Flu Vaccination Protects Lives And Helps Avert Illness

New CDC study says vaccination works, local lives prove it makes a difference


DAYTON, Ohio (September 10, 2013) – Those who think the flu vaccination is nothing more than a shot in the dark when it comes to averting the winter season’s biggest bug may want to consider the alternative.

Getting the flu vaccination may mean a 30-minute visit to the doctor’s office or local health clinic, whereas fighting the flu can mean up to two weeks of battling a debilitating illness, and potentially spreading it to someone who is in no condition to fight it. It’s a hard reality that Tina Walker had to face this past year when she chose not to get a flu shot and contracted the Influenza B virus as a result.

“I was so sick it was awful,” Walker said. “I ended up in my doctor’s office three different times and she finally told me I would just have to go home and go to bed and rest. I told her I would never go without a flu shot again.”

The flu shot has been an annual event for Walker since her 19-year-old son Levi was diagnosed with heredity spherocytosis as a child. The rare blood disorder cost Levi his spleen at age five and has transformed the way the Walker family deals with sickness and handles germs.

“My son doesn’t have the ability to fight infection,” said Walker, who had been faithful to get her shot every year until this past one. “Without a spleen, if he runs a fever of 102 or higher, he has to be hospitalized.”

Thankfully, Levi got his own flu vaccination last year and did not end up getting the virus. But the idea that she could have potentially passed the virus on to her son was perhaps harder to take than the two full weeks of missed work due to the excessive body aches, fever and fatigue. Unfortunately, most individuals don’t view the flu as the Walker family does. For many, the shot seems inconvenient and not of great importance, especially if they are in good health. But Walker’s physician, Dori Thompson, MD, at Springboro Family Medicine, said it is important to think of the vaccination’s greater good.

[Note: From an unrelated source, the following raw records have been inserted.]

"""A design with some of its values changed, as a design file would hold them.

:func:`with_values` is the one way the package face offers to change a part of a
loaded design: it edits the design file's own text (comments and layout kept,
with tomlkit) and reads the result back through the loader, so every check a
file gets and everything the loader derives (a winding's L and R, a
construction's field solve, a geometry's turns area) apply to the changed
design as well. The design keeps the file it came from (``source``, whose
folder relative paths are found from) and its bytes' SHA-256, and records the
changes (``changes``) and the changed text (``text``), so a render's record and
a blind session's key say what was heard.

A design changed any other way (``dataclasses.replace``) no longer matches its
text; the jobs that write records refuse it (:func:`check_matches_text`) rather
than record a file that was not what they rendered.
"""

from __future__ import annotations

import math
from collections.abc import Mapping
from dataclasses import replace
from pathlib import Path
from typing import Any

from ..errors import ArgumentError, InputError
from .model import Design
from .schema import MAX_NAME_CHARS


def _plain(value: Any, key: str) -> Any:
    """``value`` as TOML can hold it: str, bool, int, float, or a list of them."""
    import numpy as np

    if isinstance(value, (bool, str)):
        return value
    if isinstance(value, (int, np.integer)):
        return int(value)
    if isinstance(value, (float, np.floating)):
        if not math.isfinite(value):
            raise ArgumentError("values", f"{{{key!r}: {value}}}", 'expected a finite number, or a string with its unit as in a design file ("220p")')
        return float(value)
    if isinstance(value, (list, tuple, np.ndarray)):
        return [_plain(v, key) for v in list(value)]
    raise ArgumentError("values", f"{{{key!r}: {type(value).__name__}}}", 'expected a number in SI units, a string as in a design file ("220p", "4k7") or a list of them, or None to leave the key out')


def _set(doc: Any, key: str, value: Any) -> None:
    """Set ``key`` ("table.key", "coil_a.geometry.turns", "hum.source.0.moment") in the tomlkit document."""
    import tomlkit

    parts = key.split(".")
    if len(parts) < 2 or not all(parts):
        raise ArgumentError("values", repr(key), 'expected "table.key" as in the design file, e.g. "feedback.c" or "coil_a.geometry.turns"')
    node = doc
    for i, part in enumerate(parts[:-1]):
        if isinstance(node, list):
            if not part.isdigit() or int(part) >= len(node):
                raise ArgumentError("values", repr(key), f"{'.'.join(parts[:i])} holds {len(node)} table{'s' if len(node) != 1 else ''}; index them from 0")
            node = node[int(part)]
            continue
        if part not in node:
            if value is None:
                return  # leaving out a key whose table is absent changes nothing
            node[part] = tomlkit.table()
        node = node[part]
        if not isinstance(node, (dict, list)):
            raise ArgumentError("values", repr(key), f"{'.'.join(parts[: i + 1])} is a value, not a table")
    last = parts[-1]
    if isinstance(node, list):
        raise ArgumentError("values", repr(key), f"{'.'.join(parts[:-1])} holds tables; name one by its index, e.g. {key.rsplit('.', 1)[0]}.0.{last}")
    if value is None:
        if last in node:
            del node[last]
        return
    node[last] = _plain(value, key)


def _default_name(design: Design, changes: Mapping[str, Any]) -> str:
    shown = ", ".join(f"{k}={v}" if not isinstance(v, float) else f"{k}={v:g}" for k, v in changes.items())
    name = f"{design.name} {shown}"
    if len(name) > MAX_NAME_CHARS or not name.isprintable():
        raise ArgumentError("name", repr(name), f"the name made from the changes is over {MAX_NAME_CHARS} characters; give name= (one line, it heads every report)")
    return name


def with_values(design: Design, values: Mapping[str, Any], *, name: str | None = None) -> Design:
    """The design with some values changed, checked and derived as if its file said so.

    Parameters
    ----------
    design : Design
        A design loaded from its file (:func:`render.load_design`), or one this function made.
    values : mapping of str to (str or float or int or bool or list or None)
        ``"table.key"`` as in the design file (``"feedback.c"``, ``"input_b.bias_top"``,
        ``"coil_a.geometry.turns"``, ``"hum.source.0.moment"``) to its new value, written as
        the file would hold it: a string with its unit (``"220p"``, ``"4k7"``, ``"3mm"``) or a
        number in SI units (F, Ω, m, H, V, T); None leaves the key out (its default applies).
    name : str, optional
        The changed design's name, one line (it heads every report and names its clip's
        files). Default: the design's name followed by the changes.

    Returns
    -------
    Design
        Read back through the loader from the design file's text with the changes made:
        ``source`` and ``sha256`` are still the file's, ``changes`` lists every change made
        since the file was read (in order, a later value of a key replacing an earlier one)
        and ``text`` is the changed file. A rig applied to ``design`` is applied again.

    Raises
    ------
    ArgumentError
        For a design that has no file text (built in memory) or no longer matches it,
        a key that is not "table.key", or a value TOML cannot hold.
    InputError
        For a changed design the loader refuses (the same one line a file would get,
        prefixed with the change).

    Examples
    --------
    >>> d = render.load_design("models/studio-reference.toml")             # doctest: +SKIP
    >>> d2 = render.with_values(d, {"feedback.c": "220p"}, name="ref 220p")  # doctest: +SKIP
    """
    import tomlkit

    from ..io.toml import parse_toml_text
    from .loading import parse_design

    if not isinstance(values, Mapping) or not values:
        raise ArgumentError("values", type(values).__name__ if not isinstance(values, Mapping) else "{}", 'expected a mapping of "table.key" to its new value, e.g. {"feedback.c": "220p"}')
    base = _file_design(design, "design")
    changes = dict(design.changes)
    for k, v in values.items():
        if not isinstance(k, str):
            raise ArgumentError("values", repr(k), 'each key is a string "table.key", e.g. "feedback.c"')
        changes.pop(k, None)  # a key changed again moves to the end
        changes[k] = None if v is None else _plain(v, k)
    if name is None:
        name = _default_name(base, {k: values[k] for k in values})
    doc = tomlkit.parse(design.text)
    for k, v in values.items():
        _set(doc, k, v)
    doc["name"] = name
    shown = ", ".join(f"{k} = {v!r}" for k, v in values.items())
    text = tomlkit.dumps(doc)
    text = f"# {Path(design.source).name} with {shown} (render.with_values)\n" + text
    where = f"{design.source} with {shown}"
    try:
        changed = parse_design(parse_toml_text(text, where), source=design.source, name=name, sha256=design.sha256, text=text, changes=tuple(changes.items()))
    except InputError as exc:
        raise InputError(f"{where}: {exc}" if not str(exc).startswith(design.source) else f"with {shown}: {exc}") from None
    if (design.rig, design.hum) != (base.rig, base.hum):  # a rig file applied after loading
        changed = replace(changed, rig=design.rig, hum=design.hum)
    return changed


def _file_design(design: Any, argument: str) -> Design:
    """The design as its text reads (rig and hum as the text gives them); refuses one with no text or changed since."""
    from ..io.toml import parse_toml_text
    from .loading import parse_design

    if not isinstance(design, Design):
        raise ArgumentError(argument, type(design).__name__, "expected a render.Design (render.load_design)")
    if not design.text:
        raise ArgumentError(argument, design.name, "built in memory, with no design file text to change or record; load it from its file with render.load_design")
    base = parse_design(parse_toml_text(design.text, design.source), source=design.source, name=design.name, sha256=design.sha256, text=design.text, changes=design.changes)
    played = replace(base, rig=design.rig, hum=design.hum)
    if played != design:
        raise ArgumentError(
            argument,
            design.name,
            "its values were changed after it was read (dataclasses.replace?), so its file no longer says what it is; change values with render.with_values(design, {...}) so the records say what was rendered",
        )
    return base


def check_matches_text(designs: Any, argument: str = "designs") -> None:
    """Refuse a design whose values no longer match its file text (changed with ``dataclasses.replace``): a record of it would name the wrong file."""
    for i, d in enumerate(designs):
        if isinstance(d, Design) and d.text:
            _file_design(d, f"{argument}[{i}]" if argument == "designs" else argument)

“What people don’t realize is how easy it is to spread the flu,” Dr. Thompson said. “And healthy people don’t think about the impact they could have on high-risk individuals if they were to spread the flu to them. There are a lot of people who think they’ll chance it and if they do get the flu they’ll just stay home for a couple of days. But remember you can transfer the flu to people before you even have symptoms and you don’t know who you will be coming in contact with – it could be someone with asthma or COPD.”

A report released by the Centers for Disease Control and Prevention (CDC) this past June shows that the flu vaccination prevents significant flu illness, doctor’s visits and hospitalizations. The study – which used data collected from 2005 to 2011 – estimated that the vaccination prevented 13.6 million flu cases, 5.8 million medical visits and nearly 113,000 flu-related hospitalizations in the United States over the six-year period.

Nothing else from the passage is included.